- 1/2 cup teff flour, plus 2/3 cup, divided
- 1/8 teaspoon dry active yeast
- 3/4 cup water at 70°, plus 1 cup, divided
- 1/4 cup starter from above
- 1 3/4 cups water at room temperature
- 1 3/4 cups teff flour
- Generous pinch of sea salt
- Vegetable oil, for greasing
- 1 medium cabbage head, cut into 8 wedges
- 2 medium carrots, peeled and diced
- 1 large onion, peeled and sliced
- 3 tablespoons olive oil
- Sea salt, to taste
- Freshly ground black pepper, to taste
- 1 teaspoon freshly ground cumin
- Pinch red pepper flakes (optional)
- 1 teaspoon turmeric (optional)
- 1 cup puy lentils, or other lentils, such as green or black
- 1 teaspoon black mustard seeds
- 1/2 teaspoon black peppercorns
- 1 teaspoon sea salt
- Pinch of cayenne pepper
- Juice of 2 small or 1 large lemon
- 3 tablespoons olive oil
- 1 chile or jalapeño, seeded and minced
How to make this recipe
Make the starter
Whisk all the ingredients in a bowl or a glass jar, cover with something breathable like cheesecloth and leave to rest at room temperature for 2 days. You should see some rising along the way.

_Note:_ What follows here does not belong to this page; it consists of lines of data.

/// ITAE, load, PI: Kc = 0.859 r^−0.977/K, Ti = τ/(0.674 r^−0.680); for 0.1 ≤ r ≤ 1.
///
/// A.M. Lopez, J.A. Miller, C.L. Smith, P.W. Murrill, Instrumentation Technology 14(11) (1967) 57-62.
pub fn itae_load_pi(k: f64, tau_s: f64, theta_s: f64) -> Standard {
    let r = theta_s / tau_s;
    pi(
        0.859 * libm::pow(r, -0.977) / k,
        tau_s / (0.674 * libm::pow(r, -0.680)),
    )
}

/// ITAE, load, PID: Kc = 1.357 r^−0.947/K, Ti = τ/(0.842 r^−0.738), Td = 0.381 τ r^0.995; for
/// 0.1 ≤ r ≤ 1. Source as [`itae_load_pi`].
pub fn itae_load_pid(k: f64, tau_s: f64, theta_s: f64) -> Standard {
    let r = theta_s / tau_s;
    pid(
        1.357 * libm::pow(r, -0.947) / k,
        tau_s / (0.842 * libm::pow(r, -0.738)),
        0.381 * tau_s * libm::pow(r, 0.995),
    )
}

/// Averaging level, critical damping: Kc = 2/(K′λ), Ti = 2λ, both poles at −1/λ. A load step of D % OP
/// lifts the level by K′·D·λ/e at t = λ. Exact for θ = 0.
pub fn averaging_level_pi(k: f64, arrest_time_s: f64) -> Standard {
    pi(2.0 / (k * arrest_time_s), 2.0 * arrest_time_s)
}

/// One rule as it stands in the table.
struct Row {
    rule: &'static str,
    source: &'static str,
    settings: Option<Standard>,
    in_range: bool,
}

fn row(rule: &'static str, source: &'static str, settings: Standard, in_range: bool) -> Row {
    Row {
        rule,
        source,
        settings: Some(settings),
        in_range,
    }
}

const DAHLIN: &str = "E.B. Dahlin, Instruments & Control Systems 41(6) (1968) 77-83";
const CHIEN_FRUEHAUF: &str = "I-L. Chien, P.S. Fruehauf, Chem. Eng. Progress 86(10) (1990) 33-41";
const RIVERA: &str =
    "D.E. Rivera, M. Morari, S. Skogestad, Ind. Eng. Chem. Process Des. Dev. 25 (1986) 252-265";
const SKOGESTAD: &str = "S. Skogestad, J. Process Control 13 (2003) 291-309";
const AMIGO: &str = "K.J. Åström, T. Hägglund, J. Process Control 14 (2004) 635-650";
const COHEN_COON: &str = "G.H. Cohen, G.A. Coon, Trans. ASME 75 (1953) 827-834";
const ZIEGLER_NICHOLS: &str = "J.G. Ziegler, N.B. Nichols, Trans. ASME 64 (1942) 759-768";
const CHIEN_HRONES_RESWICK: &str =
    "K.L. Chien, J.A. Hrones, J.B. Reswick, Trans. ASME 74 (1952) 175-185";
const ROVIRA: &str =
    "A.A. Rovira, P.W. Murrill, C.L. Smith, Instruments & Control Systems 42(12) (1969) 67-69";
const LOPEZ: &str = "A.M. Lopez, J.A. Miller, C.L. Smith, P.W. Murrill, Instrumentation Technology 14(11) (1967) 57-62";

fn self_regulating(k: f64, tau: f64, theta: f64, derivative: bool) -> Vec<Row> {
    let r = theta / tau;
    let a = k * r;
    // The ITAE rules were fitted over 0.1 ≤ r ≤ 1; common practice takes the same range for the other
    // rules that were worked out on reaction curves.
    let moderate = (0.1..=1.0).contains(&r);
    let lambda = imc_lambda_s(tau, theta);
    let mut rows = vec![
        row(
            "Lambda (λ = τ)",
            DAHLIN,
            lambda_pi(k, tau, theta, tau),
            true,
        ),
        row("IMC PID", RIVERA, imc_pid(k, tau, theta, lambda), true),
        row(
            "SIMC (τc = θ)",
            SKOGESTAD,
            simc_pi(k, tau, theta, theta),
            true,
        ),
    ];
    let either = |with: Standard, without: Standard| if derivative { with } else { without };
    rows.push(row(
        "AMIGO",
        AMIGO,
        either(amigo_pid(k, tau, theta), amigo_pi(k, tau, theta)),
        true,
    ));
    rows.push(row(
        "Cohen-Coon",
        COHEN_COON,
        either(cohen_coon_pid(k, tau, theta), cohen_coon_pi(k, tau, theta)),
        moderate,
    ));
    rows.push(row(
        "Ziegler-Nichols, reaction curve",
        ZIEGLER_NICHOLS,
        either(ziegler_nichols_pid(a, theta), ziegler_nichols_pi(a, theta)),
        moderate,
    ));
    rows.push(row(
        "Chien-Hrones-Reswick, load 0 %",
        CHIEN_HRONES_RESWICK,
        either(
            chien_hrones_reswick_pid(a, theta),
            chien_hrones_reswick_pi(a, theta),
        ),
        moderate,
    ));
    rows.push(Row {
        rule: "ITAE, set point",
        source: ROVIRA,
        settings: itae_set_point_pi(k, tau, theta),
        in_range: moderate,
    });
    rows.push(row(
        "ITAE, load",
        LOPEZ,
        either(itae_load_pid(k, tau, theta), itae_load_pi(k, tau, theta)),
        moderate,
    ));
    rows
}

fn integrating(k: f64, theta: f64, derivative: bool) -> Vec<Row> {
    let a = k * theta;
    let either = |with: Standard, without: Standard| if derivative { with } else { without };
    vec![
        row(
            "Lambda (λ = 3θ)",
            CHIEN_FRUEHAUF,
            lambda_pi_integrating(k, theta, 3.0 * theta),
            true,
        ),
        row(
            "SIMC (τc = θ)",
            SKOGESTAD,
            simc_pi_integrating(k, theta, theta),
            true,
        ),
        row(
            "AMIGO",
            AMIGO,
            either(
                amigo_pid_integrating(k, theta),
                amigo_pi_integrating(k, theta),
            ),
            true,
        ),
        row(
            "Ziegler-Nichols, reaction curve",
            ZIEGLER_NICHOLS,
            either(ziegler_nichols_pid(a, theta), ziegler_nichols_pi(a, theta)),
            true,
        ),
    ]
}

/// What the published rules give on this model, each with Ms and phase margin computed on it.
///
/// Rules are for one lag (or an integrator) with dead time: a second lag goes half to the lag and half
/// to the dead time (the half rule). They are for continuous controllers, so half a scan is added to
/// the dead time. With `derivative` the PID rules are given where a source has one; IMC has no other. Margins are computed
/// with the controller's filter and scan; a set that a series controller cannot hold is computed in
/// the standard form.
pub fn published_rules(
    model: &ProcessModel,
    controller: &Controller,
    filter: PvFilter,
    derivative: bool,
) -> Vec<RuleSettings> {
    let k = model.gain().abs();
    let lag = model.time_constant_s().unwrap_or(0.0);
    let second = model.second_time_constant_s().unwrap_or(0.0);
    let theta = model.dead_time_s() + controller.scan_s / 2.0;
    let rows = if model.kind().integrates() {
        integrating(k, theta + lag / 2.0, derivative)
    } else {
        self_regulating(k, lag + second / 2.0, theta + second / 2.0, derivative)
    };
    let action = Action::for_gain(model.gain());
    rows.into_iter()
        .filter_map(|row| {
            let settings = row.settings?;
            let terms = own_form(settings, controller.form);
            let margins = margins(model, &terms, controller, filter, action);
            Some(RuleSettings {
                rule: row.rule.to_owned(),
                source: row.source.to_owned(),
                settings,
                ms: margins.ms,
                phase_margin_deg: margins.phase_margin_deg,
                in_range: row.in_range,
            })
        })
        .collect()
}
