//! Records made up for the tests of the figures: a simulated process, tested and tuned.

use crate::design::{Aim, DesignBounds};
use crate::identify::{Model, Reading, Reason, ReasonCode, Step, StepFit, Verdict, VerdictBounds};
use crate::model::{ProcessModel, State};
use crate::predict::trial::{Band, Trial, TrialKind};
use crate::predict::{Curve, Margins, Metrics, Predicted, Response};
use crate::quantity::{Estimate, Span};
use crate::record::*;
use crate::settings::*;
use crate::trace::{Clock, Moment, Samples};
use chrono::{NaiveDate, NaiveDateTime};
use std::collections::BTreeMap;

/// What is simulated. OP moves in percent, PV range in engineering units.
#[derive(Debug, Clone)]
pub struct Plan {
    /// The process.
    pub process: ProcessModel,
    /// (second, OP after the move, %), the first being where the OP stands at the beginning.
    pub moves: Vec<(f64, f64)>,
    /// Last second of the log.
    pub end_s: f64,
    /// Sampling interval, s.
    pub interval_s: f64,
    /// Half width of the noise, % of span.
    pub noise_percent: f64,
    /// PV at the beginning, % of span.
    pub pv_percent: f64,
    /// Range of the PV.
    pub pv: Range,
    /// Range of the OP.
    pub op: Range,
    /// Second 0 of the clock.
    pub zero: Option<NaiveDateTime>,
    /// Numbers of the rejected steps, and why.
    pub rejected: Vec<(usize, ReasonCode)>,
    /// Whether SP is in the test log.
    pub sp: bool,
    /// Whether the settings as found make the loop unstable.
    pub unstable: bool,
    /// Numbers of steps called pulses.
    pub pulses: Vec<usize>,
}

/// Five minutes past nine on the day of the test.
pub fn morning() -> NaiveDateTime {
    NaiveDate::from_ymd_opt(2026, 3, 11)
        .and_then(|d| d.and_hms_opt(9, 5, 0))
        .expect("a date and a time of day")
}

impl Default for Plan {
    fn default() -> Self {
        Plan {
            process: ProcessModel::SecondOrder {
                gain: 0.94,
                time_constant_s: 195.0,
                second_time_constant_s: 45.0,
                dead_time_s: 24.0,
            },
            moves: vec![
                (0.0, 42.0),
                (600.0, 47.0),
                (1800.0, 51.0),
                (3300.0, 46.0),
                (4800.0, 41.0),
                (6000.0, 37.0),
                (7200.0, 42.0),
            ],
            end_s: 7740.0,
            interval_s: 2.0,
            noise_percent: 0.2,
            pv_percent: 47.5,
            pv: range("degC", 60.0, 140.0),
            op: range("%", 0.0, 100.0),
            zero: Some(morning()),
            rejected: vec![(3, ReasonCode::Drift)],
            sp: false,
            unstable: false,
            pulses: Vec::new(),
        }
    }
}

/// A range in words.
pub fn range(unit: &str, low: f64, high: f64) -> Range {
    Range {
        unit: unit.to_owned(),
        low,
        high,
    }
}

/// Noise between -1 and 1, the same at each run.
struct Noise(u64);

impl Noise {
    fn next(&mut self) -> f64 {
        // D.E. Knuth's MMIX constants.
        self.0 = self
            .0
            .wrapping_mul(6_364_136_223_846_793_005)
            .wrapping_add(1_442_695_040_888_963_407);
        (self.0 >> 11) as f64 / (1u64 << 52) as f64 - 1.0
    }
}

Stir the starter. It will smell very grassy, almost in a spoiled kind of way (it might even make you think that it went bad—it likely did not). Resist the urge to throw it away; the smell indicates fermentation, and that's what we're looking for. You also should see bubbles on the surface. Feed the starter with 1/3 cup teff flour and 1/2 cup water, cover and leave to ferment for another 2 days.
The starter may separate into 2 layers at this point—that's fine. Stir it and feed with another 1/3 cup teff flour and 1/2 cup water. Cover and let ferment for at least another 4 hours or overnight. After that, your starter is ready.
Make the injera
In a large bowl, dissolve the starter in water. Add in the flour and whisk into a smooth pancake batter. Cover and let ferment for 5 to 6 hours. Reserve 1/4 cup of starter for the next batch, if desired.
Add in salt, whisk again to dissolve and begin cooking the injera. Optionally, you can add 1/2 teaspoon of baking soda to get more bubbles.
Heat a non-stick pan or skillet with a tight-fitting lid over medium heat. Lightly grease it with vegetable oil using a paper towel.
Add about 1/3 to 1/2 cup of batter to the pan, depending on its size, tilting and swirling to cover the surface evenly. Cook for about 1 minute, until bubbles appear on the surface.
Cover with a lid and steam the injera for about 3 minutes, until the top is set and the bread easily pulls off the pan. No need to flip it over. Remove it and continue with the rest of the batter. It will take a few tries to get the temperature and the cooking time just right.
Keep the cooked injera covered and warm.
Make the braised Cabbage
Preheat oven to 325°. Snugly arrange the cabbage wedges, carrots and onion in a lightly oiled baking dish. Drizzle olive oil and broth/water over it, followed by salt, cumin, pepper and turmeric, if using.
Cover with foil and braise for 1 hour. Remove the dish from the oven and carefully flip the cabbage, carrots and onion. Braise for another hour. Increase oven temperature to 400°.
Remove the foil and place the dish back into the oven for another 15-20 minutes, until the vegetables are golden brown.
Make the Mustard Lentils
Cook the lentils in plenty of salted water until soft, 15 minutes or so, depending on the type of lentils.
Grind the mustard seeds and peppercorns with a mortar and pestle. Add in the salt and cayenne and pour 1 tablespoon of boiling water over the spices. Add lemon juice and olive oil and stir to combine.
Add the chile or jalapeño into the lentils and pour the dressing over them. Toss well to combine. Adjust salt to taste.
Serve with braised cabbage and lentil salad with warm injera for scooping.